- **Records to process**
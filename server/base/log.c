#include "ebbmark/log.h"

#include <stdarg.h>
#include <stdio.h>
#include <string.h>
#include <unistd.h>

#include "ebbmark/clock.h"
#include "ebbmark/text.h"

/* A JSON string; what is not well-formed UTF-8 is written byte by byte as \u00XX. */
static void add_quoted(struct base_text *line, const char *value)
{
    size_t length = strlen(value);
    bool sound = base_text_is_utf8(value, length);
    base_text_add_char(line, '"');
    for (size_t i = 0; i < length; i++) {
        unsigned char c = (unsigned char)value[i];
        if (c == '"' || c == '\\') {
            base_text_add_char(line, '\\');
            base_text_add_char(line, (char)c);
        } else if (c < 0x20 || c == 0x7f || (c >= 0x80 && !sound)) {
            base_text_add_format(line, "\\u%04x", c);
        } else {
            base_text_add_char(line, (char)c);
        }
    }
    base_text_add_char(line, '"');
}

/* Best effort by nature: a log line that cannot be written has nowhere to be complained about. */
static void write_whole(int fd, const char *data, size_t size)
{
    while (size > 0) {
        ssize_t wrote = write(fd, data, size);
        if (wrote <= 0)
            return;
        data += wrote;
        size -= (size_t)wrote;
    }
}

void base_log_line(const struct base_log *log, enum base_log_level level, const char *event, ...)
{
    static const char *const names[] = {"debug", "info", "warning", "error"};
    if (log == NULL || log->fd < 0 || level < log->least)
        return;
    struct base_text line = {0};
    char at[BASE_CLOCK_SIZE];
    base_text_add_format(&line, "{\"at\":\"%s\",\"level\":\"%s\",\"event\":",
                         base_clock_rfc3339(at, base_clock_unix_ms()), names[level]);
    add_quoted(&line, event);
    va_list list;
    va_start(list, event);
    for (const char *key = va_arg(list, const char *); key != NULL;
         key = va_arg(list, const char *)) {
        const char *value = va_arg(list, const char *);
        base_text_add_char(&line, ',');
        add_quoted(&line, key);
        base_text_add_char(&line, ':');
        add_quoted(&line, value == NULL ? "" : value);
    }
    va_end(list);
    base_text_add(&line, "}\n");
    if (!line.failed)
        write_whole(log->fd, line.data, line.length);
    base_text_free(&line);
}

- **Assignment**
Only certain lines are wanted. Please return exactly those from the top of the data through the line with "as \u00XX. */".

- **Problem solution**
filename server/base/log.c
#include "ebbmark/log.h"

#include <stdarg.h>
#include <stdio.h>
#include <string.h>
#include <unistd.h>

#include "ebbmark/clock.h"
#include "ebbmark/text.h"

/* A JSON string; what is not well-formed UTF-8 is written byte by byte as \u00XX. */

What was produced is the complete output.